== Work request ==
Copy the lines verbatim, beginning with the line that contains "var half = (Eigenvalues[first" and continuing through the end of the data, and only those lines.

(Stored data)
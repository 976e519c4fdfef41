namespace Stochastic.Chains.Kernels;

/// <summary>
/// Eigenvalues and orthonormal eigenvectors of a real symmetric matrix: Householder reduction to tridiagonal form, then implicit QL sweeps
/// (Bowdler, Martin, Reinsch and Wilkinson 1968; Golub and Van Loan, Matrix Computations, 4th ed. 2013, section 8.3). O(n³).
/// </summary>
/// <remarks>
/// Backward stable: exact for a matrix within a modest multiple of n u ‖A‖. It always ends: 60 sweeps for one eigenvalue are refused as
/// not converged, where two or three are usual.
/// </remarks>
internal sealed class SymmetricForm
{
    private const int MostSweeps = 60;
    private const double UnitRoundoff = 1.1102230246251565e-16;

    // Of the largest entry: far below its roundoff.
    private const double Negligible = 1e-20;

    private readonly double[] _couplings;
    private readonly double _negligible;

    private SymmetricForm(double[] matrix, int order, CancellationToken cancellation)
    {
        TransposedBasis = new double[matrix.Length];
        HessenbergForm.Reduce(matrix, order, TransposedBasis, cancellation);
        Eigenvalues = new double[order];
        _couplings = new double[order];
        for (var row = 0; row < order; row++)
        {
            Eigenvalues[row] = matrix[(row * order) + row];
            _couplings[row] = row + 1 < order ? matrix[((row + 1) * order) + row] : 0;
            _negligible = Math.Max(_negligible, Negligible * Math.Max(Math.Abs(Eigenvalues[row]), Math.Abs(_couplings[row])));
        }
    }

    /// <summary>The eigenvalues, in no order.</summary>
    internal double[] Eigenvalues { get; }

    /// <summary>Row k is the eigenvector of eigenvalue k, of length one.</summary>
    internal double[] TransposedBasis { get; }

    /// <summary>Whether all eigenvalues separated.</summary>
    internal bool HasConverged { get; private set; }

    /// <summary>The sweeps spent.</summary>
    internal int Sweeps { get; private set; }

    /// <summary>The form of a row-major symmetric matrix, which is overwritten.</summary>
    /// <exception cref="OperationCanceledException">Cancellation was requested; looked at in every step of the reduction and every sweep.</exception>
    internal static SymmetricForm Of(double[] matrix, int order, CancellationToken cancellation)
    {
        var form = new SymmetricForm(matrix, order, cancellation);
        form.Iterate(cancellation);
        return form;
    }

    private void Iterate(CancellationToken cancellation)
    {
        for (var first = 0; first < Eigenvalues.Length; first++)
        {
            var spent = 0;
            for (var last = EndOfBlock(first); last > first; last = EndOfBlock(first))
            {
                cancellation.ThrowIfCancellationRequested();
                if (spent++ == MostSweeps)
                {
                    return;
                }

                Sweeps++;
                Sweep(first, last);
            }
        }

        HasConverged = true;
    }

    /// <summary>The last row of the block that begins here, up to the first coupling that is negligible.</summary>
    private int EndOfBlock(int first)
    {
        var last = first;
        while (last + 1 < Eigenvalues.Length
            && Math.Abs(_couplings[last]) > Math.Max(_negligible, UnitRoundoff * (Math.Abs(Eigenvalues[last]) + Math.Abs(Eigenvalues[last + 1]))))
        {
            last++;
        }

        return last;
    }

    private void Sweep(int first, int last)
    {
        var half = (Eigenvalues[first + 1] - Eigenvalues[first]) / (2 * _couplings[first]);
        var shifted = Eigenvalues[last] - Eigenvalues[first] + (_couplings[first] / (half + Math.CopySign(double.Hypot(half, 1), half)));
        var (cosine, sine, moved) = (1.0, 1.0, 0.0);
        for (var row = last - 1; row >= first; row--)
        {
            var bulge = sine * _couplings[row];
            var kept = cosine * _couplings[row];
            var length = double.Hypot(bulge, shifted);
            _couplings[row + 1] = length;
            if (length == 0)
            {
                // The block splits here by itself.
                Eigenvalues[row + 1] -= moved;
                _couplings[last] = 0;
                return;
            }

            (sine, cosine) = (bulge / length, shifted / length);
            var corner = Eigenvalues[row + 1] - moved;
            var change = ((Eigenvalues[row] - corner) * sine) + (2 * cosine * kept);
            moved = sine * change;
            Eigenvalues[row + 1] = corner + moved;
            shifted = (cosine * change) - kept;
            var order = Eigenvalues.Length;
            PlaneRotation.OfRows(TransposedBasis.AsSpan(row * order, 2 * order), 0, cosine, -sine);
        }

        Eigenvalues[first] -= moved;
        _couplings[first] = shifted;
        _couplings[last] = 0;
    }
}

== Exercise answer ==
        var half = (Eigenvalues[first + 1] - Eigenvalues[first]) / (2 * _couplings[first]);
        var shifted = Eigenvalues[last] - Eigenvalues[first] + (_couplings[first] / (half + Math.CopySign(double.Hypot(half, 1), half)));
        var (cosine, sine, moved) = (1.0, 1.0, 0.0);
        for (var row = last - 1; row >= first; row--)
        {
            var bulge = sine * _couplings[row];
            var kept = cosine * _couplings[row];
            var length = double.Hypot(bulge, shifted);
            _couplings[row + 1] = length;
            if (length == 0)
            {
                // The block splits here by itself.
                Eigenvalues[row + 1] -= moved;
                _couplings[last] = 0;
                return;
            }

            (sine, cosine) = (bulge / length, shifted / length);
            var corner = Eigenvalues[row + 1] - moved;
            var change = ((Eigenvalues[row] - corner) * sine) + (2 * cosine * kept);
            moved = sine * change;
            Eigenvalues[row + 1] = corner + moved;
            shifted = (cosine * change) - kept;
            var order = Eigenvalues.Length;
            PlaneRotation.OfRows(TransposedBasis.AsSpan(row * order, 2 * order), 0, cosine, -sine);
        }

        Eigenvalues[first] -= moved;
        _couplings[first] = shifted;
        _couplings[last] = 0;
    }
}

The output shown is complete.